So Intel's web site labels it as 108Khz, just as the 8008. See, the 8008
(from what I gather) was really a modified (although greatly modified) 4004
designed to accept data/characters, not numerical data.
Tim D. Hotze
-----Original Message-----
From: Tony Duell <ard(a)p850ug1.demon.co.uk>
To: Discussion re-collecting of classic computers
<classiccmp(a)u.washington.edu>
Date: Monday, May 18, 1998 3:35 AM
Subject: Re: Clock speed of the 4004?
Anyone know what the clock speed of the 4004 is? Courson's web page
mentions it not.
I knew I'd kept that 1977 Intel databook for a good reason :-)...

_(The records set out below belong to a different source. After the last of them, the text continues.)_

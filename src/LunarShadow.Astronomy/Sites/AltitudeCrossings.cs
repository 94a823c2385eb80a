using LunarShadow.Astronomy.Numerics;

namespace LunarShadow.Astronomy.Sites;

/// <summary>
/// Where the Moon's upper limb crosses a horizon during the eclipse night. The limb is sampled every 30 minutes once;
/// each horizon (the sea horizon, the local profile, the visibility threshold) is a function of the limb's altitude
/// and azimuth, so all share the samples. Sign changes are refined by Brent's method to a tenth of a second. A limb that
/// touches a smooth horizon and goes back within one interval must turn there; near a turning point the altitude
/// curves by at most about 3.9°/h² (the Earth's rotation, 15°/h, squared, in radians), so within 30 minutes it stays
/// within 0.5° of the horizon at both ends: wherever the difference is under 2° at an end, a parabola through the
/// middle finds the turning point and checks it. Near a horizon-profile point that stands within 2° of the limb the
/// interval is searched in ten parts instead, since a profile may rise steeply.
/// </summary>
internal sealed class AltitudeCrossings
{
    private const double StepHours = 0.5;
    private const double CloseRadians = 2 * Math.PI / 180;
    private const double ToleranceHours = 0.1 / 3600;

    private readonly Func<double, (double Limb, double Azimuth)> _sample;
    private readonly double _from;
    private readonly double[] _hours;
    private readonly (double Limb, double Azimuth)[] _samples;

    /// <summary>Samples the Moon's limb over [from, to] (hours).</summary>
    public AltitudeCrossings(LocalSky sky, double from, double to)
        : this(sky.MoonLimbAt, from, to)
    {
    }

    /// <summary>Samples any body's altitude and azimuth (radians) over [from, to] (hours).</summary>
    public AltitudeCrossings(Func<double, (double Limb, double Azimuth)> sample, double from, double to)
    {
        _sample = sample;
        _from = from;
        var count = (int)Math.Ceiling((to - from) / StepHours) + 1;
        _hours = new double[count];
        _samples = new (double, double)[count];
        for (var i = 0; i < count; i++)
        {
            _hours[i] = Math.Min(to, from + i * StepHours);
            _samples[i] = sample(_hours[i]);
        }
    }

    /// <summary>
    /// Sign changes of horizonDifference(limb altitude, azimuth): the hour and whether it goes from negative to positive.
    /// </summary>
    public List<(double Hours, bool Rising)> Find(Func<double, double, double> difference, HorizonProfile profile)
    {
        double F(double h)
        {
            var (limb, azimuth) = _sample(h);
            return difference(limb, azimuth);
        }
        var crossings = new List<(double, bool)>();
        for (var i = 1; i < _hours.Length; i++)
        {
            var (x0, x1) = (_hours[i - 1], _hours[i]);
            var f0 = difference(_samples[i - 1].Limb, _samples[i - 1].Azimuth);
            var f1 = difference(_samples[i].Limb, _samples[i].Azimuth);
            if (ProfileStandsClose(profile, _samples[i - 1], _samples[i])) Subdivide(F, x0, f0, x1, f1, crossings);
            else if (Math.Sign(f0) != Math.Sign(f1)) crossings.Add((RootFinder.Brent(F, x0, x1, ToleranceHours), f1 > f0));
            else if (Math.Abs(f0) < CloseRadians || Math.Abs(f1) < CloseRadians) ProbeForGraze(F, x0, f0, x1, f1, crossings);
        }
        return crossings;
    }

    /// <summary>The value of a horizon difference at the first sample (the start of the interval).</summary>
    public double AtStart(Func<double, double, double> difference) => difference(_samples[0].Limb, _samples[0].Azimuth);

    /// <summary>The stretches where the difference is ≥ 0, given its crossings.</summary>
    public List<(double Start, double End)> PositiveSpans(Func<double, double, double> difference, List<(double Hours, bool Rising)> crossings)
    {
        var spans = new List<(double, double)>();
        double? start = AtStart(difference) >= 0 ? _from : null;
        foreach (var (hours, rising) in crossings)
        {
            if (rising && start is null) start = hours;
            else if (!rising && start is { } s)
            {
                spans.Add((s, hours));
                start = null;
            }
        }
        if (start is { } open) spans.Add((open, _hours[^1]));
        return spans;
    }

    private static bool ProfileStandsClose(HorizonProfile profile, (double Limb, double Azimuth) a, (double Limb, double Azimuth) b)
    {
        if (profile.IsFlat) return false;
        var lowest = Math.Min(a.Limb, b.Limb) * 180 / Math.PI - 2;
        var (from, to) = (Deg(a.Azimuth), Deg(b.Azimuth));
        var span = ((to - from) % 360 + 360) % 360;
        if (span > 180) (from, span) = (to, 360 - span);
        foreach (var (azimuth, altitude) in profile.Points)
        {
            var along = ((azimuth - from) % 360 + 360) % 360;
            if (along <= span && altitude >= lowest) return true;
        }
        return false;

        static double Deg(double radians) => ((radians * 180 / Math.PI) % 360 + 360) % 360;
    }

    // A smooth altitude has at most one turning point in 15 minutes: a parabola through the ends and the middle locates
    // it, and a sign change there means the limb touched the horizon and went back (or the reverse).
    private static void ProbeForGraze(Func<double, double> f, double x0, double f0, double x1, double f1, List<(double, bool)> crossings)
    {
        var xm = 0.5 * (x0 + x1);
        var fm = f(xm);
        var half = 0.5 * (x1 - x0);
        var curvature = f1 - 2 * fm + f0;
        var turning = curvature == 0 ? xm : Math.Clamp(xm - half * (f1 - f0) / (2 * curvature), x0, x1);
        var ft = turning == xm ? fm : f(turning);
        if (Math.Sign(ft) == Math.Sign(f0) || ft == 0) return;
        crossings.Add((RootFinder.Brent(f, x0, turning, ToleranceHours), ft > f0));
        crossings.Add((RootFinder.Brent(f, turning, x1, ToleranceHours), f1 > ft));
    }

    private static void Subdivide(Func<double, double> f, double x0, double f0, double x1, double f1, List<(double, bool)> crossings)
    {
        const int parts = 10;
        var (a, fa) = (x0, f0);
        for (var j = 1; j <= parts; j++)
        {
            var b = j == parts ? x1 : x0 + (x1 - x0) * j / parts;
            var fb = j == parts ? f1 : f(b);
            if (Math.Sign(fa) != Math.Sign(fb) && fb != 0) crossings.Add((RootFinder.Brent(f, a, b, ToleranceHours), fb > fa));
            (a, fa) = (b, fb);
        }
    }
}
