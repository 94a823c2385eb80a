using LunarShadow.Astronomy.Eclipses;
using LunarShadow.Astronomy.Time;
using LunarShadow.Astronomy.Units;
using NodaTime;

namespace LunarShadow.Astronomy.Sites;

/// <summary>A contact, or greatest eclipse, as seen from a site.</summary>
/// <param name="Name">The contact, or null for greatest eclipse.</param>
/// <param name="Tt">When, TT.</param>
/// <param name="Utc">When, UTC.</param>
/// <param name="Moon">The Moon's place then.</param>
/// <param name="Visible">Whether the Moon is above the horizon profile and the minimum altitude then.</param>
/// <param name="SunAltitude">The Sun's true altitude then.</param>
/// <param name="Sky">The sky state then.</param>
/// <param name="ZenithPositionAngle">The point of contact on the limb, from the zenith direction through east as seen (null at greatest).</param>
public sealed record LocalContact(
    ContactName? Name, TtInstant Tt, Instant Utc, LocalMoon Moon, bool Visible, Angle SunAltitude, SkyState Sky, Angle? ZenithPositionAngle)
{
    /// <summary>P1…P4, or "greatest".</summary>
    public string Label => Name?.ToString() ?? EclipseMoment.GreatestLabel;
}

/// <summary>The largest umbral magnitude the site sees.</summary>
/// <param name="Value">The magnitude (negative when only the penumbra is seen).</param>
/// <param name="Tt">When, TT.</param>
/// <param name="Utc">When, UTC.</param>
/// <param name="Altitude">The Moon's apparent altitude then.</param>
public sealed record GreatestVisibleMagnitude(double Value, TtInstant Tt, Instant Utc, Angle Altitude);
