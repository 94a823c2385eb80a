// Test classes run one after another: each starts its own in-memory host, and two hosts starting at once race on
// Serilog's process-wide bootstrap logger ("The logger is already frozen"). Remove once the host no longer shares it.
[assembly: CollectionBehavior(DisableTestParallelization = true)]
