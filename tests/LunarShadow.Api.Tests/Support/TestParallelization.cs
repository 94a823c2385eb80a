// Test classes run one after another. The frozen-logger race that first made this necessary is gone (each host has
// its own logger; HostLoggingTests starts six at once), but several classes start hosts that run searches for seconds
// or a published copy of the service, and on a small shared machine running them one at a time keeps their deadlines
// and probes steady.
[assembly: CollectionBehavior(DisableTestParallelization = true)]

OK... define clock speed :-)
The instruction cycle is claimed to be 10.8 us. That consists of 8 clock
cycles, each of 1.35us minimum, 2us maximum. But conventionally the clock
was sourced from a 4201A clock generator that divided an external xtal by
either 7 or 8. Common crystals were either 4MHz divided by 8 (giving the
2us cycle time, 16us instruction) or 5.185MHz divided by 7 (giving 1.35us
clock cycle, 10.8us instruction).
For real Intel trivia collectors, Intel even listed a 5.185 MHz crystal
under the part number 4801 for this chipset.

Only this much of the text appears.